2. A speech recognition method for selecting an optimal standard pattern by determining a matching degree between an input speech feature and a template based on an evaluation value, wherein a noise feature is created from a noise section of the input speech feature. One step, in a section whose power is smaller than a predetermined threshold value of the input speech feature, calculate a first evaluation value by comparing the speech feature of the template with the input speech feature and create the first evaluation value. A second step of calculating a second evaluation value by comparing the obtained noise feature with the input voice feature, and, of the first evaluation value and the second evaluation value, And a third step of adopting as an evaluation value for the section.

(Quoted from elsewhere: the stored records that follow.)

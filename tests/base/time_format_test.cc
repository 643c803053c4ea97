#include "base/time_format.h"

#include <gtest/gtest.h>

namespace seston {
namespace {

// 2026-12-02T00:00:00Z is 20789 days after 1970-01-01 (computed with GNU date -d ... +%s:
// 1796169600).
TEST(TimeFormat, ParsesIsoUtcWithZone) {
  auto t = ParseEventTime("2026-12-02T00:00:00Z");
  ASSERT_TRUE(t.has_value());
  EXPECT_DOUBLE_EQ(*t, 1796169600.0);
}

TEST(TimeFormat, ParsesFractionSpaceSeparatorAndOffset) {
  EXPECT_DOUBLE_EQ(*ParseEventTime("2026-12-02 03:04:05.25"), 1796169600.0 + 11045.25);
  EXPECT_DOUBLE_EQ(*ParseEventTime("2026-12-02T05:04:05+02:00"), 1796169600.0 + 11045.0);
}

TEST(TimeFormat, ReadsNineFractionDigitsAndDropsTheRest) {
  // Nanoseconds are kept; digits past the ninth are read (the text stays valid) and
  // dropped. The comparison is to the nearest microsecond, the resolution of a double
  // holding seconds since 1970 in this century.
  EXPECT_NEAR(*ParseEventTime("2026-12-02T03:04:05.123456789999Z"), 1796169600.0 + 11045.123456789,
              1e-6);
  EXPECT_NEAR(*ParseEventTime("2026-12-02T03:04:05,5Z"), 1796169600.0 + 11045.5, 1e-6);
  EXPECT_FALSE(ParseEventTime("2026-12-02T03:04:05.Z").has_value());
}

TEST(TimeFormat, ParsesEpochSeconds) {
  EXPECT_DOUBLE_EQ(*ParseEventTime("1796169600.5"), 1796169600.5);
  // A '-' as the fifth character is an exponent's sign here, not a date's.
  EXPECT_DOUBLE_EQ(*ParseEventTime("123e-5"), 0.00123);
}

TEST(TimeFormat, RejectsGarbageAndImpossibleDates) {
  EXPECT_FALSE(ParseEventTime("").has_value());
  EXPECT_FALSE(ParseEventTime("yesterday").has_value());
  EXPECT_FALSE(ParseEventTime("2026-02-30T00:00:00Z").has_value());
  EXPECT_FALSE(ParseEventTime("2026-12-02T25:00:00Z").has_value());
  EXPECT_FALSE(ParseEventTime("-5").has_value());
  EXPECT_FALSE(ParseEventTime("nan").has_value());
  EXPECT_FALSE(ParseEventTime("2026-12").has_value());
  EXPECT_FALSE(ParseEventTime("1969-12-31T23:59:59Z").has_value());
}

TEST(TimeFormat, FormatsRoundTrip) {
  EXPECT_EQ(FormatIso8601(1796169600.0 + 11045.0), "2026-12-02T03:04:05Z");
  EXPECT_EQ(FormatIso8601(1796169600.0 + 11045.25, true), "2026-12-02T03:04:05.250Z");
  EXPECT_EQ(FormatDay(1796169600.0 + 86399.0), "2026-12-02");
  EXPECT_EQ(FormatCompact(1796169600.0 + 11045.0), "20261202T030405Z");
}

}  // namespace
}  // namespace seston
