// The protocol checked here is the one systemd documents in sd_notify(3): one datagram
// of newline-separated VARIABLE=VALUE assignments to the AF_UNIX socket named by
// $NOTIFY_SOCKET, '@' meaning the abstract namespace; $WATCHDOG_USEC is the watchdog
// timeout, and the man page advises pinging at half of it.
#include "base/systemd_notify.h"

#include <gtest/gtest.h>
#include <poll.h>
#include <sys/socket.h>
#include <sys/un.h>
#include <unistd.h>

#include <cstdlib>
#include <cstring>
#include <string>

#include "support/test_paths.h"

namespace seston {
namespace {

// A bound datagram socket playing systemd's part.
class FakeServiceManager {
 public:
  explicit FakeServiceManager(const std::string& path) {
    fd_ = ::socket(AF_UNIX, SOCK_DGRAM | SOCK_CLOEXEC, 0);
    sockaddr_un address{};
    address.sun_family = AF_UNIX;
    std::memcpy(address.sun_path, path.data(), path.size());
    socklen_t length = offsetof(sockaddr_un, sun_path) + path.size();
    if (path.front() == '@') {
      address.sun_path[0] = '\0';
    } else {
      length += 1;
    }
    bound_ = ::bind(fd_, reinterpret_cast<sockaddr*>(&address), length) == 0;
  }
  ~FakeServiceManager() { ::close(fd_); }
  bool bound() const { return bound_; }

  // The next datagram, or "<none>" after two seconds.
  std::string Receive() {
    pollfd ready{fd_, POLLIN, 0};
    if (::poll(&ready, 1, 2000) != 1) return "<none>";
    char buffer[4096];
    ssize_t n = ::recv(fd_, buffer, sizeof buffer, 0);
    return n < 0 ? "<error>" : std::string(buffer, static_cast<std::size_t>(n));
  }
  bool Quiet() {
    pollfd ready{fd_, POLLIN, 0};
    return ::poll(&ready, 1, 50) == 0;
  }

 private:
  int fd_ = -1;
  bool bound_ = false;
};

TEST(SystemdNotifier, SendsEachMessageAsOneDatagramToAPathSocket) {
  testing::ScratchDirectory scratch;
  std::string path = (scratch.path() / "notify").string();
  FakeServiceManager manager(path);
  ASSERT_TRUE(manager.bound());
  Result<std::unique_ptr<SystemdNotifier>> notifier = SystemdNotifier::Create(path, 0);
  ASSERT_TRUE(notifier.ok()) << notifier.status().ToString();
  ASSERT_TRUE((*notifier)->enabled());

  ASSERT_TRUE((*notifier)->Ready("running, k=6").ok());
  EXPECT_EQ(manager.Receive(), "READY=1\nSTATUS=running, k=6");
  ASSERT_TRUE((*notifier)->Watchdog().ok());
  EXPECT_EQ(manager.Receive(), "WATCHDOG=1");
  ASSERT_TRUE((*notifier)->Stopping("checkpointing").ok());
  EXPECT_EQ(manager.Receive(), "STOPPING=1\nSTATUS=checkpointing");
  EXPECT_TRUE(manager.Quiet());
}

TEST(SystemdNotifier, ReachesAnAbstractSocketNamedWithAnAt) {
  std::string name = "@seston-notify-test-" + std::to_string(::getpid());
  FakeServiceManager manager(name);
  ASSERT_TRUE(manager.bound());
  Result<std::unique_ptr<SystemdNotifier>> notifier = SystemdNotifier::Create(name, 0);
  ASSERT_TRUE(notifier.ok());
  ASSERT_TRUE((*notifier)->SetStatus("warming up: 120 of 5000 particles").ok());
  EXPECT_EQ(manager.Receive(), "STATUS=warming up: 120 of 5000 particles");
}

TEST(SystemdNotifier, KeepsAStatusToOneAssignment) {
  testing::ScratchDirectory scratch;
  std::string path = (scratch.path() / "notify").string();
  FakeServiceManager manager(path);
  auto notifier = SystemdNotifier::Create(path, 0);
  ASSERT_TRUE(notifier.ok());
  ASSERT_TRUE((*notifier)->SetStatus("degraded:\ncheckpoint failed\r\nREADY=1").ok());
  EXPECT_EQ(manager.Receive(), "STATUS=degraded: checkpoint failed  READY=1");
}

TEST(SystemdNotifier, IsANoOpWithoutASocket) {
  auto notifier = SystemdNotifier::Create("", 30000000);
  ASSERT_TRUE(notifier.ok());
  EXPECT_FALSE((*notifier)->enabled());
  EXPECT_TRUE((*notifier)->Ready("x").ok());
  EXPECT_FALSE((*notifier)->watchdog_interval_seconds().has_value());
}

TEST(SystemdNotifier, ReportsASocketThatIsGone) {
  testing::ScratchDirectory scratch;
  auto notifier = SystemdNotifier::Create((scratch.path() / "nobody").string(), 0);
  ASSERT_TRUE(notifier.ok());
  Status status = (*notifier)->Ready("x");
  EXPECT_EQ(status.code(), StatusCode::kIoError);
  EXPECT_NE(status.message().find("nobody"), std::string::npos);
}

TEST(SystemdNotifier, RefusesAPathLongerThanASocketAddress) {
  auto notifier = SystemdNotifier::Create("/" + std::string(200, 'x'), 0);
  EXPECT_EQ(notifier.status().code(), StatusCode::kInvalidArgument);
}

TEST(SystemdNotifier, PingsAtHalfTheWatchdogTimeoutFromTheEnvironment) {
  testing::ScratchDirectory scratch;
  std::string path = (scratch.path() / "notify").string();
  FakeServiceManager manager(path);
  ::setenv("NOTIFY_SOCKET", path.c_str(), 1);
  ::setenv("WATCHDOG_USEC", "30000000", 1);
  ::setenv("WATCHDOG_PID", std::to_string(::getpid()).c_str(), 1);
  auto notifier = SystemdNotifier::FromEnvironment();
  ASSERT_TRUE(notifier.ok());
  ASSERT_TRUE((*notifier)->watchdog_interval_seconds().has_value());
  EXPECT_DOUBLE_EQ(*(*notifier)->watchdog_interval_seconds(), 15.0);
  ASSERT_TRUE((*notifier)->Watchdog().ok());
  EXPECT_EQ(manager.Receive(), "WATCHDOG=1");

  // A watchdog meant for another process (WATCHDOG_PID) is not ours to feed.
  ::setenv("WATCHDOG_PID", std::to_string(::getpid() + 1).c_str(), 1);
  auto other = SystemdNotifier::FromEnvironment();
  ASSERT_TRUE(other.ok());
  EXPECT_TRUE((*other)->enabled());
  EXPECT_FALSE((*other)->watchdog_interval_seconds().has_value());
  ::unsetenv("NOTIFY_SOCKET");
  ::unsetenv("WATCHDOG_USEC");
  ::unsetenv("WATCHDOG_PID");
}

}  // namespace
}  // namespace seston
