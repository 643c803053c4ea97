#include "base/time_format.h"

#include <gtest/gtest.h>

#include <bit>
#include <cstdint>
#include <random>
#include <string>
#include <vector>

namespace seston {
namespace {

// 2026-12-02T00:00:00Z is 20789 days after 1970-01-01 (computed with GNU date -d ... +%s:
// 1796169600).
TEST(TimeFormat, ParsesIsoUtcWithZone) {
  auto t = ParseEventTime("2026-12-02T00:00:00Z");
  ASSERT_TRUE(t.has_value());
  EXPECT_DOUBLE_EQ(*t, 1796169600.0);
}

TEST(TimeFormat, ParsesFractionSpaceSeparatorAndOffset) {
  EXPECT_DOUBLE_EQ(*ParseEventTime("2026-12-02 03:04:05.25"), 1796169600.0 + 11045.25);
  EXPECT_DOUBLE_EQ(*ParseEventTime("2026-12-02T05:04:05+02:00"), 1796169600.0 + 11045.0);
}

TEST(TimeFormat, ReadsNineFractionDigitsAndDropsTheRest) {
  // Nanoseconds are kept; digits past the ninth are read (the text stays valid) and
  // dropped. The comparison is to the nearest microsecond, the resolution of a double
  // holding seconds since 1970 in this century.
  EXPECT_NEAR(*ParseEventTime("2026-12-02T03:04:05.123456789999Z"), 1796169600.0 + 11045.123456789,
              1e-6);
  EXPECT_NEAR(*ParseEventTime("2026-12-02T03:04:05,5Z"), 1796169600.0 + 11045.5, 1e-6);
  EXPECT_FALSE(ParseEventTime("2026-12-02T03:04:05.Z").has_value());
}

TEST(TimeFormat, ParsesEpochSeconds) {
  EXPECT_DOUBLE_EQ(*ParseEventTime("1796169600.5"), 1796169600.5);
  // A '-' as the fifth character is an exponent's sign here, not a date's.
  EXPECT_DOUBLE_EQ(*ParseEventTime("123e-5"), 0.00123);
}

TEST(TimeFormat, RejectsGarbageAndImpossibleDates) {
  EXPECT_FALSE(ParseEventTime("").has_value());
  EXPECT_FALSE(ParseEventTime("yesterday").has_value());
  EXPECT_FALSE(ParseEventTime("2026-02-30T00:00:00Z").has_value());
  EXPECT_FALSE(ParseEventTime("2026-12-02T25:00:00Z").has_value());
  EXPECT_FALSE(ParseEventTime("-5").has_value());
  EXPECT_FALSE(ParseEventTime("nan").has_value());
  EXPECT_FALSE(ParseEventTime("2026-12").has_value());
  EXPECT_FALSE(ParseEventTime("1969-12-31T23:59:59Z").has_value());
}

TEST(TimeFormat, MemoisedParseEqualsThePlainParseBitForBit) {
  // A stream of times as records give them: runs within one second, then the next
  // second, with every tail the parser knows and some it must refuse, and prefixes that
  // are impossible (never remembered) between good ones.
  const std::vector<std::string> prefixes = {
      "2026-06-01T00:00:00", "2026-06-01T00:00:01", "2026-06-01 00:00:01",
      "2026-02-30T00:00:00", "2026-06-01T23:59:60", "2026-06-01T24:00:00",
      "2026-12-31T23:59:59", "1970-01-01T00:00:00", "2026-06-01t00:00:01"};
  const std::vector<std::string> tails = {"",       "Z",      ".029Z",   ".5",      ",25Z",
                                          ".Z",     "+02:00", "-0130",   ".75+01",  "x",
                                          "5",      ".123456789123Z", "Z ", "+25:00", ".9z"};
  std::mt19937_64 engine(31);
  std::uniform_int_distribution<std::size_t> pick_prefix(0, prefixes.size() - 1);
  std::uniform_int_distribution<std::size_t> pick_tail(0, tails.size() - 1);
  std::uniform_int_distribution<int> run(1, 6);
  IsoTimeMemo memo;
  int remembered = 0;
  for (int n = 0; n < 3000; ++n) {
    const std::string& prefix = prefixes[pick_prefix(engine)];
    for (int r = run(engine); r > 0; --r) {
      const std::string text = prefix + tails[pick_tail(engine)];
      const bool hit = memo.valid && text.compare(0, 19, std::string(memo.prefix, 19)) == 0;
      remembered += hit ? 1 : 0;
      const std::optional<double> plain = ParseEventTime(text);
      const std::optional<double> memoised = ParseEventTime(text, &memo);
      ASSERT_EQ(plain.has_value(), memoised.has_value()) << text;
      if (plain) {
        EXPECT_EQ(std::bit_cast<std::uint64_t>(*plain), std::bit_cast<std::uint64_t>(*memoised))
            << text;
      }
    }
  }
  EXPECT_GT(remembered, 1000);  // the memoised path was taken, often
}

TEST(TimeFormat, FormatsRoundTrip) {
  EXPECT_EQ(FormatIso8601(1796169600.0 + 11045.0), "2026-12-02T03:04:05Z");
  EXPECT_EQ(FormatIso8601(1796169600.0 + 11045.25, true), "2026-12-02T03:04:05.250Z");
  EXPECT_EQ(FormatDay(1796169600.0 + 86399.0), "2026-12-02");
  EXPECT_EQ(FormatCompact(1796169600.0 + 11045.0), "20261202T030405Z");
}

}  // namespace
}  // namespace seston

3. A speech recognition method for selecting an optimal standard pattern by determining a matching degree between an input speech feature and a template based on an evaluation value, wherein a noise feature is created from a noise section of the input speech feature. One step, in a section in which the power is smaller than the predetermined threshold of the template and in which the power is smaller than the predetermined threshold of the input voice feature, the voice feature of the template in the corresponding section is compared with the input voice feature by comparing the voice feature of the template with the input voice feature. A second step of calculating a second evaluation value by comparing the noise feature created in the first step with the input voice feature, and a second evaluation value of the first evaluation value and the second evaluation value. A third step of adopting, from among the evaluation values, the evaluation value with the higher matching degree as the evaluation value for the section. Characteristic speech recognition method.